On the opportunity side, a weaker peso makes Filipino exports more competitive in the global market, allowing local businesses to attract more international buyers. This could provide a much-needed boost for exporters in industries such as manufacturing, agriculture, and services. Similarly, key sectors like business process outsourcing (BPO) and foreign remittances—two of the largest sources of foreign investment in the country—stand to benefit from the peso’s depreciation. As the peso weakens, the value of remittances from overseas Filipino workers (OFWs) increases in local currency terms, thereby enhancing the purchasing power of millions of Filipino families and stimulating consumer spending.

However, peso depreciation also presents challenges, particularly in terms of inflationary pressures and the rising cost of imported goods. Essential commodities, raw materials, and energy costs may increase, affecting both businesses and consumers. The government and businesses must navigate these complexities carefully to maximize the opportunities while mitigating the economic risks associated with a weaker currency.

Ultimately, understanding the full spectrum of Peso Depreciation: Opportunities and Challenges is crucial for businesses, policymakers, and consumers alike, as the country adapts to the shifting dynamics of the global economy.

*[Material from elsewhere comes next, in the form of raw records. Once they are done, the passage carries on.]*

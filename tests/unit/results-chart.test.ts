// The Actual vs plan chart's step lines: a run of weeks with a value is one step line ending at
// its last week's right edge; a week without a forecast breaks the line instead of being bridged.
import { describe, expect, it } from 'vitest';
import type { CropWeekActual } from '$lib/planning';
import { chartWeeks, stepRuns } from '../../src/routes/(app)/seasons/[id]/results/chart-data';

describe('step lines of the Actual vs plan chart', () => {
	it('breaks the adjusted line over weeks without a forecast', () => {
		const row = (week: string, forecast: number, logged: number, adjusted: number | null) =>
			({ crop: '1', week, forecast, logged, pctOfForecast: null, past: false, adjusted }) satisfies CropWeekActual;
		const weeks = chartWeeks([row('2027-W30', 10, 8, 8), row('2027-W31', 10, 0, 8), row('2027-W34', 12, 0, 9.6)]);
		// Source: ISO 8601 weeks run on without a gap: W32 and W33 lie between W31 and W34.
		expect(weeks.map((w) => w.week)).toEqual(['2027-W30', '2027-W31', '2027-W32', '2027-W33', '2027-W34']);
		const runs = stepRuns(weeks.map((w) => ({ week: w.week, v: w.adjusted })));
		expect(runs).toEqual([
			[
				{ week: '2027-W30', v: 8, edge: 'start' },
				{ week: '2027-W31', v: 8, edge: 'start' },
				{ week: '2027-W31', v: 8, edge: 'end' }
			],
			[
				{ week: '2027-W34', v: 9.6, edge: 'start' },
				{ week: '2027-W34', v: 9.6, edge: 'end' }
			]
		]);
	});
	it('a line with a value every week is one run, and one with none draws nothing', () => {
		const pts = ['2027-W01', '2027-W02'].map((week, i) => ({ week, v: i }));
		expect(stepRuns(pts)).toHaveLength(1);
		expect(stepRuns(pts.map((p) => ({ ...p, v: null })))).toEqual([]);
	});
});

This will bring a competitive advantage to the Philippines over India, its biggest bpo competitor which rupee has been on the rise. The Philippines is approximately y 10 to 20 % more expensive than India and despite the better level of English and the quality of its labor force, there is always a risk that these operations might relocate to a more desirable and cheaper location.  BPO Sector is obviously extremely happy with the recent peso depreciation.

On the other side, Bangko Sentral of the Philippines is closely measuring the inflation that rose in January to 4.2%, the highest value since November 2013.  Food, electricity, gas and fuel are some of the categories with more volatile prices that could threat the government target for this economic indicator in 2014 – 4,5%.

Economic Growth, Foreign Investment, the high amount of foreign owned reserves and the stability of world commodity prices are cooling down this threat for the next quarters.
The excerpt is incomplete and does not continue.